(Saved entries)
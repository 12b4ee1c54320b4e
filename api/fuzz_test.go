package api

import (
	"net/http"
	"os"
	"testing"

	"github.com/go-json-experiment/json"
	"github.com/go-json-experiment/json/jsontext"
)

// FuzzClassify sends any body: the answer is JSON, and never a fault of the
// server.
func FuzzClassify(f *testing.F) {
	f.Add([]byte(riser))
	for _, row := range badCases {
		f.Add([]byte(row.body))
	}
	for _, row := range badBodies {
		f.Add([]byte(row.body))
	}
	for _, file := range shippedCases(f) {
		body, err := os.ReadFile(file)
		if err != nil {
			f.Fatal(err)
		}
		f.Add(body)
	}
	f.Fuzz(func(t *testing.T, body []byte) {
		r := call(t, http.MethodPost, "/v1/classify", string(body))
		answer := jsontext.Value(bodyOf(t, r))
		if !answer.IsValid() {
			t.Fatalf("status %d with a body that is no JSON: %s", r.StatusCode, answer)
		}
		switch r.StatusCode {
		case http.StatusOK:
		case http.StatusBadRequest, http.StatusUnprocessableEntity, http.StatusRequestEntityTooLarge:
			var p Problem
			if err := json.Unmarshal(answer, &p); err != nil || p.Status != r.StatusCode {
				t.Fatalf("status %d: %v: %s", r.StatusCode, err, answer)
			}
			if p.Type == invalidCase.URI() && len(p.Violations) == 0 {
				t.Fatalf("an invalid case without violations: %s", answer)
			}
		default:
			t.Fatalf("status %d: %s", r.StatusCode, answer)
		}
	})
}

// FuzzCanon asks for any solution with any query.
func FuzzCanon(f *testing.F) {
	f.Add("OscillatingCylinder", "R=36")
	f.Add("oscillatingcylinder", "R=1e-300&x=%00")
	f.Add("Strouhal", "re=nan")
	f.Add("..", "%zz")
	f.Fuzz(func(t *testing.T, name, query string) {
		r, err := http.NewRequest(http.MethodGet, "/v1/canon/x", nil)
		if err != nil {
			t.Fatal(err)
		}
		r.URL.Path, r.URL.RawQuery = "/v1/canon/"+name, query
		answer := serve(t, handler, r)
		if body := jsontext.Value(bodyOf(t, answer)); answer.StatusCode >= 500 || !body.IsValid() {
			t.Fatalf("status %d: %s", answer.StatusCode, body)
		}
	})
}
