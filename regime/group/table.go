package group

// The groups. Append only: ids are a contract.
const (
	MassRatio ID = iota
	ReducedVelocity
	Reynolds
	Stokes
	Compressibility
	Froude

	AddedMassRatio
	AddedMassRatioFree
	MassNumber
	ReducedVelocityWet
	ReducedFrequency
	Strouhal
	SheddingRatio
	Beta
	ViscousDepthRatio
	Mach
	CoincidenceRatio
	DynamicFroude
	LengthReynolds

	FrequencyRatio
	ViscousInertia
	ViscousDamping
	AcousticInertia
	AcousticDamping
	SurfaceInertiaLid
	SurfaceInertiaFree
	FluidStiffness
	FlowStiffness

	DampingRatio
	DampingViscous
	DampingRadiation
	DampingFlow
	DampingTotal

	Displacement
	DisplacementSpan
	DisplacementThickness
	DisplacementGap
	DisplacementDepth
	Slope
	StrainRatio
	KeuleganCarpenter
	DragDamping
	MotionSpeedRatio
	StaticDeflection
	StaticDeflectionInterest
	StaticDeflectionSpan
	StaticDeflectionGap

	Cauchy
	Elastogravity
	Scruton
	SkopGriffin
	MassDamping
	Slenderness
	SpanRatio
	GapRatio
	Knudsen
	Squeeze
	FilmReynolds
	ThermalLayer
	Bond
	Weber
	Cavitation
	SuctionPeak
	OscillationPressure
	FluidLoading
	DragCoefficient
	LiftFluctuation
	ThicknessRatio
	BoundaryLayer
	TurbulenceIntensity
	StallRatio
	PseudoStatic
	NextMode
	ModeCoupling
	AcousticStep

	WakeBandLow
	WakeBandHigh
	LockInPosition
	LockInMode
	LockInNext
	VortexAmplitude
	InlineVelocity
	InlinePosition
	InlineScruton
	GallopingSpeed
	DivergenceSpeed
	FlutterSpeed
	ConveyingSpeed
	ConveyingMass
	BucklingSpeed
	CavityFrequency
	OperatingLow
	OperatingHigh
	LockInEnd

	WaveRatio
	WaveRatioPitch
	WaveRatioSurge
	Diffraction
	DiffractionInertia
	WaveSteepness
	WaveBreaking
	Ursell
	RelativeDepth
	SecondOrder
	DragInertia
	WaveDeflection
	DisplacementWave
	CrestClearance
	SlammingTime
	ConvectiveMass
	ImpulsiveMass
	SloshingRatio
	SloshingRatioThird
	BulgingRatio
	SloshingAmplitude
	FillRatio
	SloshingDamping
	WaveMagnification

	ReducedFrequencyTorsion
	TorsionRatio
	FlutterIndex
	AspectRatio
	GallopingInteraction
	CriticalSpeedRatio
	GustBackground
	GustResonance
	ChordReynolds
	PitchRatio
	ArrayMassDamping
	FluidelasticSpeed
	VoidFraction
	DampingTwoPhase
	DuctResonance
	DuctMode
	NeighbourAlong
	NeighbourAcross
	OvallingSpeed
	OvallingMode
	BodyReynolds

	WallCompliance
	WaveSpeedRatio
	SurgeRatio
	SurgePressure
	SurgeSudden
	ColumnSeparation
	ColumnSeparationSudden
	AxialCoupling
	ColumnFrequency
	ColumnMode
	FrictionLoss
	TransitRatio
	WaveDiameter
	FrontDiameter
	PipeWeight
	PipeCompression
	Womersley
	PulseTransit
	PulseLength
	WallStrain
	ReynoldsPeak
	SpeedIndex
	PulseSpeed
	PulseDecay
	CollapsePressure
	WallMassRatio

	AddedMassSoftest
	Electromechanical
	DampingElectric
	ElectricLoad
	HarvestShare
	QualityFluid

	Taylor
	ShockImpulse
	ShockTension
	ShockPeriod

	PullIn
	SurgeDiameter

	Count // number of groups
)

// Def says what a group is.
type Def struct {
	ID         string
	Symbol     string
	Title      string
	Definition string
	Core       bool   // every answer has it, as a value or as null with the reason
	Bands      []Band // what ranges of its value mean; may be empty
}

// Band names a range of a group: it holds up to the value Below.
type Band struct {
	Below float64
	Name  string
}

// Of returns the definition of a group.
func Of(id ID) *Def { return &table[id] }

## Problem details
Say how many lines in the data above contain the string "bodyOf", and give no other output.

## Result
2